More significant than the addition-by-subtraction of Sean O’Donnell, Nick Leddy has evolved his game from being a smooth-skating but soft defensive-liablity last season to an impossibly fast and smooth puck-moving machine. He’s still not elite defensively by any means, but you can see he’s gotten “bigger-stronger-faster”, and you just can’t catch him anymore. He’s literally starting to look like Duncan Keith. Not quite there, yet, but Leddy has become somewhat of an impact defenseman, elite in transition and quick enough not to be caught most times back in the defensive zone, which is a big change from being someone who made the Blackhawks worse last season when he was on the ice as much as he made them better.
And speaking of Duncan Keith, after a down season by his standards last year, he looks to be faster and stronger, too, with just a bit more jump to his game. He looks like the old Duncan Keith again. It’s a recurring theme, but a large majority of the team seems to have rededicated themselves to working out and getting in top shape, and it has made all the difference for some of these individual players, which in turn has made all the difference in the depth of this team.
Nicklas Hjalmarsson, too, after seeing his play dip for two seasons ever since signing his big contract via the Sharks’ offer-sheet, is playing his best hockey since the breakout year he had in 2009-2010, and last year’s trade deadline acquisition of the Blackhawks, Johnny Oduya, continues to play the role of a poor man’s Brian Campell very effectively. Like Brookbank (just not as bad), he’s prone to the boneheaded play in his own zone sometimes, and like Leddy, if you can catch him and get a body on him, you might find yourself with a pretty good scoring chance not long after, however both he and 2013-Leddy are just so incomparably smooth–I mean the Blackhawks have like three of the seven or eight most elusive defensemen in the NHL–that most times you can’t catch him (or Leddy), and having three defenseman like that out of your six who can just wield behind the net, turn on their rocket blasters after one step, and then zoom it up the ice past three forecheckers all on their own, adds so much to the transition offense many of Chicago’s forwards are built for.
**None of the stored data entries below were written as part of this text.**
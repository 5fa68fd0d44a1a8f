//! Exports values for the Python cross-checks in `tests/crosscheck/test_metrics.py`.
mod common;

use beamfloor_core::ImageGeometry;
use beamfloor_metrics::{
    masked_statistics, radial_profile, source_free_mask, spectral_index_from_taylor,
    validity_from_threshold, MaskParams, RestoringBeam,
};
use common::{gaussian_noise, point, uniform};
use ndarray::Array2;
use serde_json::json;
use std::path::PathBuf;

fn export_dir() -> PathBuf {
    std::env::var_os("BEAMFLOOR_CROSSCHECK_DIR").map(PathBuf::from).unwrap_or_else(|| {
        PathBuf::from(env!("CARGO_MANIFEST_DIR")).join("../../target/crosscheck")
    })
}

fn rows<T: Copy>(a: &Array2<T>) -> Vec<Vec<T>> {
    a.outer_iter().map(|r| r.to_vec()).collect()
}

#[test]
fn export_mask_statistics_profile_spectral() {
    let cell = 1e-5;
    let (ny, nx) = (40, 48);
    let g = ImageGeometry::new(nx, ny, cell);
    let beam = RestoringBeam {
        major_fwhm_rad: 1.6 * cell,
        minor_fwhm_rad: 1.2 * cell,
        position_angle_rad: 0.3,
    };
    let mut ext = point("extended", 9.0 * cell, 7.0 * cell, 0.4);
    ext.extent_rad = 3.5 * cell;
    let sources = vec![
        point("centre", 0.0, 0.0, 1.0),
        point("off-pixel", -11.4 * cell, -8.7 * cell, 0.5),
        point("outside", 27.0 * cell, -3.0 * cell, 0.5),
        ext,
    ];
    let params = MaskParams { exclusion_beams: 2.3, edge_margin_fraction: 0.05 };
    let response = Array2::from_shape_vec((ny, nx), uniform(ny * nx, 30)).unwrap();
    let validity = validity_from_threshold(&response, 0.1).unwrap();
    let mask = source_free_mask(&g, &beam, &sources, &params, Some(&validity)).unwrap();
    let image = gaussian_noise(ny, nx, 1.0, 31);
    let stats = masked_statistics(&image, &mask, &g, "image").unwrap();
    let bin = 3.0 * cell;
    let profile = radial_profile(&image, &g, Some(&mask), bin, "image").unwrap();

    // Random Taylor triples with I0 > 0 and their α, β.
    let u = uniform(30, 32);
    let spectral: Vec<_> = u
        .chunks(3)
        .map(|c| {
            let terms = [0.1 + 2.0 * c[0], 4.0 * (c[1] - 0.5), 3.0 * (c[2] - 0.5)];
            let s = spectral_index_from_taylor(&terms);
            json!({"terms": terms, "alpha": s.alpha, "beta": s.beta})
        })
        .collect();

    let out = json!({
        "nx": nx, "ny": ny, "cell_rad": cell,
        "beam_major_fwhm_rad": beam.major_fwhm_rad,
        "exclusion_beams": params.exclusion_beams,
        "edge_margin_fraction": params.edge_margin_fraction,
        "sources": sources.iter().map(|s| json!({"l": s.l_rad, "m": s.m_rad, "extent": s.extent_rad})).collect::<Vec<_>>(),
        "validity": rows(&validity),
        "mask": rows(&mask),
        "image": rows(&image),
        "stats": {
            "n": stats.n_pixels, "mean": stats.mean_jy_per_beam, "rms": stats.rms_jy_per_beam,
            "std": stats.rms_mean_removed_jy_per_beam, "mad_sigma": stats.mad_sigma_jy_per_beam,
        },
        "radial_bin_rad": bin,
        "profile": profile.iter().map(|b| json!({
            "r_inner": b.r_inner_rad, "n": b.n_pixels, "r_mean": b.r_mean_rad,
            "mean": b.mean_jy_per_beam, "rms": b.rms_jy_per_beam,
        })).collect::<Vec<_>>(),
        "spectral": spectral,
    });
    let dir = export_dir();
    std::fs::create_dir_all(&dir).expect("create export dir");
    std::fs::write(dir.join("metrics_checks.json"), out.to_string()).expect("write export");
}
So all those young players evolving, combined with veteran stars rededicating themselves and their bodies to the game, explains why these two teams who didn’t add any star names in free agency have been so much better and so much deeper this season on forward and defense.
And then, of course, both teams have had better goaltending this season, which makes a big difference too, although part of the reason their goaltending has been better is that they both have so much improved depth in front of their goaltenders, keeping the play in the other end more, executing the system better with their improved skills, keeping the front of the net clear better when it is in their end, and just making less boneheaded plays, period, like we’ve seen with Nick Leddy’s improvement since last season for Chicago and Sheldon Brookbank’s addition over the struggling Sean O’Donnell, or adding Sheldon Souray’s size defending the crease and getting rid of Sheldon Brookbank in Anaheim, as Brookbank struggled for them (but fits the Blackhawks’ system better and is an improvement for them over Sean O’Donnell regardless, if you get the distinction of why he was a negative for one team compared to this year and a positive for the other compared to what they had last year).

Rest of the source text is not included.